La participation de la ministre de l'Agriculture Annie Genevard à un déjeuner organisé par un cercle de réflexion lié à Vincent Bolloré suscite des critiques de l'opposition, mais l'exécutif a balayé les interrogations en invoquant le caractère privé de cette présence.
L'événement s'est déroulé le 21 mai 2026 au siège du groupe Vivendi, dont le principal actionnaire est le groupe Bolloré. L'Institut de l'espérance, à l'initiative de ce rendez-vous, est un think tank d'inspiration chrétienne qui vise à peser sur l'élection présidentielle de 2027. Selon les informations disponibles, une centaine de personnes issues des sphères économique et associative y ont participé.

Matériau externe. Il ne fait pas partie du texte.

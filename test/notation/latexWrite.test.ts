import fc from 'fast-check';
import katex from 'katex';
import { describe, expect, test } from 'vitest';
import { Coefficient } from '../../src/exact/coefficient.ts';
import { Quotient } from '../../src/exact/quotient.ts';
import { rational } from '../../src/exact/rational.ts';
import { latexCoefficient, latexName, latexQuotient, latexTree } from '../../src/notation/latexWrite.ts';
import { readOperator, readTree } from '../../src/notation/parse.ts';
import { arbitrary, exactValue, floatValue } from './trees.ts';

/** Throws unless KaTeX sets the formula without a complaint. */
const set = (latex: string): string =>
  katex.renderToString(latex, { throwOnError: true, strict: 'error', trust: false });

/** The group in braces that opens at `open`: its text and where it ends. */
function group(latex: string, open: number): [string, number] {
  let depth = 0;
  for (let i = open; i < latex.length; i++) {
    if (latex[i] === '{') depth++;
    if (latex[i] === '}' && --depth === 0) return [latex.slice(open + 1, i), i + 1];
  }
  throw new Error(`unbalanced: ${latex}`);
}

/** A small translator from the LaTeX of this room to plain notation, for reading formulas back. */
function plain(latex: string): string {
  const construct = /\\frac(?=\{)|\\sqrt(?:\[(\d+)\])?(?=\{)|\^(?=\{)/.exec(latex);
  if (!construct) return plainSymbols(latex);
  const before = plainSymbols(latex.slice(0, construct.index));
  const [inside, end] = group(latex, construct.index + construct[0].length);
  if (construct[0] === '\\frac') {
    const [bottom, after] = group(latex, end);
    return `${before} ((${plain(inside)})/(${plain(bottom)}))${plain(latex.slice(after))}`;
  }
  if (construct[0] === '^') {
    const above = /^\d+$/.test(inside) ? inside : `(${plain(inside)})`;
    return `${before}^${above}${plain(latex.slice(end))}`;
  }
  return `${before} ((${plain(inside)})^(1/${construct[1] ?? 2}))${plain(latex.slice(end))}`;
}

function plainSymbols(latex: string): string {
  return latex
    .replaceAll('\\left(', '(')
    .replaceAll('\\right)', ')')
    .replaceAll('\\cdot', '*')
    .replace(/\\partial_\{\\?([a-z]+)\}/g, 'd_$1')
    .replace(/T_\{\\?([a-z]+)\}/g, 'T_$1')
    .replace(/\\Delta_\{\\?([a-z]+)\}/g, 'Delta_$1')
    .replace(/_\{(\d+)\}/g, '$1')
    .replace(/_\{\\phi\}/g, '_phi')
    .replace(/_\{\\mathrm\{(\w+)\}\}/g, '_$1')
    .replace(/\\mathrm\{(\w+)\}/g, '$1')
    .replace(/\\([A-Za-z]+)/g, '$1');
}

const NAMES = ['a', 'b', 'x', 'phi', 'psi', 'mu0', 'beta', 'pi', 'pi_phi', 'J1', 'J_1', 'Lx', 'Gamma'];
const OPERATORS = ['T', 'Delta', 'd'].flatMap((name) => ['x', 'y', 'tau'].map((axis) => `${name}_${axis}`));
const VALUES = new Map(
  [...NAMES, ...OPERATORS].map((name, i) => [name, 1 + ((i * 0.618033) % 1)] as [string, number]),
);
VALUES.set('J_1', VALUES.get('J1')!);

describe('trees', () => {
  test('every formula sets in KaTeX without a complaint', () => {
    fc.assert(
      fc.property(fc.oneof(arbitrary.scalar, arbitrary.operator), (tree) => {
        set(latexTree(tree));
      }),
      { numRuns: 300 },
    );
  });
  test('translated back to plain notation a formula has the same value', () => {
    let compared = 0;
    fc.assert(
      fc.property(arbitrary.scalar, (tree) => {
        const latex = latexTree(tree);
        // the translator above knows powers without a name's own superscript
        fc.pre(!/\\Delta\^/.test(latex));
        const value = floatValue(tree, VALUES);
        fc.pre(Number.isFinite(value) && Math.abs(value) > 1e-6 && Math.abs(value) < 1e6);
        const text = plain(latex);
        const back = floatValue(readTree(text), VALUES);
        expect(Math.abs(back - value), `${latex}\n${text}`).toBeLessThan(1e-6 * Math.abs(value));
        compared++;
      }),
      { numRuns: 500 },
    );
    expect(compared).toBeGreaterThan(300);
  });
  test.each([
    ['mu0/2 (d_tau phi)^2', '\\frac{\\mu_{0}}{2} \\left(\\partial_{\\tau} \\phi\\right)^{2}'],
    [
      'beta*(1 - cos(Delta_x Delta_y phi))',
      '\\beta \\left(1 - \\cos\\left(\\Delta_{x} \\Delta_{y} \\phi\\right)\\right)',
    ],
    ['(Delta_x^2 + Delta_y^2) phi', '\\left(\\Delta_{x}^{2} + \\Delta_{y}^{2}\\right) \\phi'],
    ['Deltab_x Deltac_y phi', '\\Delta^{-}_{x} \\Delta^{c}_{y} \\phi'],
    ['Deltab_x^2 phi', '\\left(\\Delta^{-}_{x}\\right)^{2} \\phi'],
    ['cos(x)^0.1', '\\left(\\cos\\left(x\\right)\\right)^{\\frac{1}{10}}'],
    ['cos(x)^2', '\\cos^{2}\\left(x\\right)'],
    ['theta(x) delta_site(y)', '\\theta\\left(x\\right) \\delta_{\\mathrm{site}}\\left(y\\right)'],
    ['2*3', '2 \\cdot 3'],
    ['2*(1/3)', '2 \\cdot \\frac{1}{3}'],
    ['(-1)^x', '\\left(-1\\right)^{x}'],
    ['0.5', '\\frac{1}{2}'],
    ['sqrt(3)', '\\sqrt{3}'],
  ])('%s', (text, latex) => {
    expect(latexTree(readTree(text))).toBe(latex);
    set(latex);
  });
  test('operators stand alone as well', () => {
    expect(latexTree(readOperator('T_x - 2 + T_x^-1'))).toBe('T_{x} - 2 + T_{x}^{-1}');
  });
});

describe('names', () => {
  test.each([
    ['mu0', '\\mu_{0}'],
    ['beta', '\\beta'],
    ['J_1', 'J_{1}'],
    ['J1', 'J_{1}'],
    ['pi_phi', '\\pi_{\\phi}'],
    ['Lx', '\\mathrm{Lx}'],
    ['phi_a_b', '\\phi_{a,b}'],
    ['phi2_x', '\\phi_{2,x}'],
    ['Gamma', '\\Gamma'],
    ['g', 'g'],
  ])('%s', (name, latex) => {
    expect(latexName(name)).toBe(latex);
    set(latex);
  });
  test('every name that the notation reads sets in KaTeX', () => {
    for (const letter of 'αβγδεζηθικλμνξοπρστυφχψωΑΒΓΔΕΖΗΘΙΚΛΜΝΞΟΠΡΣΤΥΦΧΨΩ') set(latexTree(readTree(letter)));
    fc.assert(
      fc.property(fc.stringMatching(/^[A-Za-z][A-Za-z0-9]{0,5}(_[A-Za-z0-9]{1,4}){0,2}$/), (name) => {
        set(latexName(name));
      }),
      { numRuns: 200 },
    );
  });
  test('characters with a meaning in LaTeX are escaped in any other name', () => {
    for (const name of ['a#b', 'a%b', 'a&b', 'a$b', 'a{b', 'a}b', 'a\\b', 'a^b', 'a~b']) set(latexName(name));
  });
});

describe('exact values', () => {
  const symbol = Coefficient.symbol;
  test.each([
    [Coefficient.zero, '0'],
    [
      symbol('beta').mul(symbol('a')).mul(symbol('a')).div(symbol('b')).scale(rational(1, 2)),
      '\\frac{\\beta a^{2}}{2 b}',
    ],
    [Coefficient.root(rational(3), rational(1, 2)).neg(), '-\\sqrt{3}'],
    [Coefficient.root(rational(2), rational(2, 3)).scale(rational(5)), '5 \\cdot 2^{2/3}'],
    [Coefficient.root(rational(2), rational(1, 3)), '\\sqrt[3]{2}'],
    [symbol('mu0').sub(symbol('pi')), '\\mu_{0} - \\pi'],
  ])('coefficient %#', (c, latex) => {
    expect(latexCoefficient(c)).toBe(latex);
    set(latex);
    expect(exactValue(readTree(plain(latex))).equals(Quotient.of(c))).toBe(true);
  });
  test('quotients', () => {
    const [J1, J2] = [symbol('J1'), symbol('J2')];
    const latex = latexQuotient(Quotient.of(J1.mul(J2), J1.add(J2)));
    expect(latex).toBe('\\frac{J_{1} J_{2}}{J_{1} + J_{2}}');
    set(latex);
  });
});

Des invités proches de l'extrême droite et des médias conservateurs
Parmi les convives figuraient plusieurs personnalités marquées à droite de l'échiquier politique. Étaient notamment présents François Durvye, conseiller économique proche de Jordan Bardella et ancien collaborateur de Pierre-Édouard Stérin, le général Pierre de Villiers, frère de Philippe de Villiers, ainsi que Xenia Fedorova, ex-directrice de Russia Today France et figure de CNews. L'invitation aurait été transmise par Stanislas Billot de Lochner, organisateur des « dîners des bâtisseurs » et cofondateur des soirées caritatives conservatrices La Nuit du Bien Commun.
La ministre évoque une invitation personnelle
Annie Genevard a indiqué avoir répondu à une invitation personnelle et présenté sa participation comme relevant d'une démarche strictement privée et non politique. L'ancienne membre du parti Les Républicains (LR) a par le passé pris position contre le mariage pour tous, contre la PMA, s'est abstenue sur l'inscription de l'IVG dans la Constitution et a adopté une ligne ferme sur l'immigration.
Les réactions de l'opposition et la réponse du gouvernement
Le député (La France insoumise) de Seine-Saint-Denis Thomas Portes a estimé que cette participation « fait honte à la République ». La députée (Les Écologistes) du Val-de-Marne Sophie Taillé-Polian a critiqué ces liens avec « le principal promoteur de l'union des droites ».
Interrogée sur ce sujet, la porte-parole du gouvernement Maud Bregeon a déclaré que l'exécutif n'était pas informé de cette invitation et qu'Annie Genevard était « libre de participer aux déjeuners ou aux dîners avec qui elle souhaite », tant qu'elle le fait « à titre personnel ».
Cette affaire intervient dans un contexte de rapprochement entre la majorité présidentielle et certaines mouvances conservatrices, et alimente le débat sur les limites entre vie privée et vie publique des membres du gouvernement.